Metadata-Version: 2.1
Name: python-doctr
Version: 0.1.1
Summary: Extract valuable text information from your documents
Home-page: https://github.com/mindee/doctr
Author: François-Guillaume Fernandez, Charles Gaillard
Author-email: fg@mindee.co
License: Apache
Download-URL: https://github.com/mindee/doctr/tags
Keywords: ocr,deep learning,tensorflow,text detection,text recognition
Platform: UNKNOWN
Classifier: Development Status :: 3 - Alpha
Classifier: Intended Audience :: Developers
Classifier: Intended Audience :: Science/Research
Classifier: License :: OSI Approved :: Apache Software License
Classifier: Natural Language :: English
Classifier: Operating System :: OS Independent
Classifier: Programming Language :: Python :: 3
Classifier: Programming Language :: Python :: 3.6
Classifier: Programming Language :: Python :: 3.7
Classifier: Topic :: Scientific/Engineering
Classifier: Topic :: Scientific/Engineering :: Artificial Intelligence
Classifier: Topic :: Software Development
Classifier: Topic :: Software Development :: Libraries
Classifier: Topic :: Software Development :: Libraries :: Python Modules
Requires-Python: >=3.6.0
Description-Content-Type: text/markdown
Requires-Dist: numpy (>=1.16.0)
Requires-Dist: scipy (>=1.4.0)
Requires-Dist: opencv-python (>=4.2)
Requires-Dist: tensorflow (>=2.3.0)
Requires-Dist: PyMuPDF (>=1.16.0)
Requires-Dist: pyclipper (>=1.2.0)
Requires-Dist: shapely (>=1.6.0)
Requires-Dist: matplotlib (>=3.1.0)
Requires-Dist: mplcursors (>=0.3)
Requires-Dist: rapidfuzz (>=1.0.0)


# DocTR: Document Text Recognition

[![License](https://img.shields.io/badge/License-Apache%202.0-blue.svg)](LICENSE) ![Build Status](https://github.com/mindee/doctr/workflows/python-package/badge.svg) [![codecov](https://codecov.io/gh/mindee/doctr/branch/main/graph/badge.svg?token=577MO567NM)](https://codecov.io/gh/mindee/doctr) [![CodeFactor](https://www.codefactor.io/repository/github/mindee/doctr/badge?s=bae07db86bb079ce9d6542315b8c6e70fa708a7e)](https://www.codefactor.io/repository/github/mindee/doctr) [![Codacy Badge](https://api.codacy.com/project/badge/Grade/340a76749b634586a498e1c0ab998f08)](https://app.codacy.com/gh/mindee/doctr?utm_source=github.com&utm_medium=referral&utm_content=mindee/doctr&utm_campaign=Badge_Grade) [![Doc Status](https://github.com/mindee/doctr/workflows/doc-status/badge.svg)](https://mindee.github.io/doctr) [![Pypi](https://img.shields.io/badge/pypi-v0.1.0-blue.svg)](https://pypi.org/project/python-doctr/) 

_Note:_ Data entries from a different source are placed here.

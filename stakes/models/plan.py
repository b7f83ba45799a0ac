"""Sheets, questions, directions and zones as they stand now; rebuilt at will."""

from __future__ import annotations

from django.db import models

from stakes.models.record import Record


class Sheet(models.Model):
    """A drawing, file, sketch or written answer that marks are computed from."""

    key = models.UUIDField(primary_key=True)
    record = models.ForeignKey(Record, models.PROTECT)
    sheet_number = models.CharField(max_length=60)
    revision = models.CharField(max_length=20)
    status = models.CharField(max_length=20)
    title = models.CharField(max_length=200, blank=True)
    from_whom = models.CharField(max_length=120, blank=True)
    received_on = models.CharField(max_length=10, blank=True)
    received_at = models.DateTimeField()
    replaces = models.UUIDField(null=True)
    replaced_by = models.UUIDField(null=True)
    file_sha256 = models.CharField(max_length=64, blank=True)
    what_changed = models.TextField(blank=True)
    touched = models.JSONField(default=list)
    touches_all = models.BooleanField(default=False)
    sorted = models.BooleanField(default=False)
    read_by = models.JSONField(default=list)

    def __str__(self) -> str:
        return f"{self.sheet_number} rev {self.revision}"


class Question(models.Model):
    """A conflict or missing dimension put to the designer."""

    key = models.UUIDField(primary_key=True)
    record = models.ForeignKey(Record, models.PROTECT)
    words = models.TextField()
    to_whom = models.CharField(max_length=120)
    holds = models.JSONField(default=list)
    asked_at = models.DateTimeField()
    asked_by = models.CharField(max_length=200)
    answered_at = models.DateTimeField(null=True)
    answer = models.TextField(blank=True)
    answered_by = models.CharField(max_length=200, blank=True)
    in_writing = models.BooleanField(default=False)

    def __str__(self) -> str:
        return self.words


class Direction(models.Model):
    """A verbal change, held until confirmed in writing."""

    key = models.UUIDField(primary_key=True)
    record = models.ForeignKey(Record, models.PROTECT)
    words = models.TextField()
    by_whom = models.CharField(max_length=120)
    to_whom = models.CharField(max_length=120)
    holds = models.JSONField(default=list)
    given_at = models.DateTimeField()
    settled_at = models.DateTimeField(null=True)
    confirmed = models.BooleanField(default=False)
    settlement = models.TextField(blank=True)

    def __str__(self) -> str:
        return self.words


class Zone(models.Model):
    """A polygon or line that matters, in floats for computing and drawing."""

    key = models.UUIDField(primary_key=True)
    record = models.ForeignKey(Record, models.PROTECT, related_name="zones")
    name = models.CharField(max_length=80)
    sort = models.CharField(max_length=30)
    corners_m = models.JSONField()
    closed = models.BooleanField(default=True)
    height_m = models.FloatField(null=True)
    words = models.CharField(max_length=200, blank=True)
    drawn_in = models.BigIntegerField()

    def __str__(self) -> str:
        return self.name


class Check(models.Model):
    """A check of stakes, as it is judged now."""

    key = models.UUIDField(primary_key=True)
    record = models.ForeignKey(Record, models.PROTECT)
    sort = models.CharField(max_length=20)
    listed = models.JSONField(default=list)
    other = models.JSONField(default=list)
    setup = models.UUIDField(null=True)
    components = models.CharField(max_length=2)
    grade = models.IntegerField()
    reaches = models.JSONField(default=list)
    verdict = models.CharField(max_length=12)
    made_at = models.DateTimeField()
    made_by = models.CharField(max_length=200)
    number = models.BigIntegerField()

    def __str__(self) -> str:
        return f"{self.sort} {self.verdict}"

Extract valuable information from your documents.



## Table of Contents

* [Getting Started](#getting-started)
  * [Prerequisites](#prerequisites)
  * [Installation](#installation)
* [Usage](#usage)
  * [Python package](#python-package)
  * [Docker container](#docker-container)
  * [Example script](#example-script)
  * [Demo app](#demo-app)
* [Documentation](#documentation)
* [Contributing](#contributing)
* [License](#license)



## Getting started

### Prerequisites

- Python 3.6 (or higher)
- [pip](https://pip.pypa.io/en/stable/)

### Installation

You can install the latest release of the package using [pypi](https://pypi.org/project/python-doctr/) as follows:

```shell
pip install python-doctr
```

Or you can install it from source:

```shell
git clone https://github.com/mindee/doctr.git
pip install -e doctr/.
```


## Usage

### Python package

You can use the library like any other python package to analyze your documents as follows:

```python
from doctr.documents import read_pdf, read_img
from doctr.models import ocr_db_crnn_vgg

model = ocr_db_crnn_vgg(pretrained=True)
# PDF
doc = read_pdf("path/to/your/doc.pdf")
result = model([doc])
# Image
page = read_img("path/to/your/img.jpg")
result = model([[page]])
# Export
json_output = result[0].export()
```

For an exhaustive list of pretrained models available, please refer to the [documentation](https://mindee.github.io/doctr/models.html).

### Docker container

If you are to deploy containerized environments, you can use the provided Dockerfile to build a docker image:

```shell
docker build . -t <YOUR_IMAGE_TAG>
```

### Example script

An example script is provided for a simple documentation analysis of a PDF file:

```shell
python scripts/analyze.py path/to/your/doc.pdf
```
All script arguments can be checked using `python scripts/analyze.py --help`

### Demo app

A minimal demo app is provided for you to play with the text detection model!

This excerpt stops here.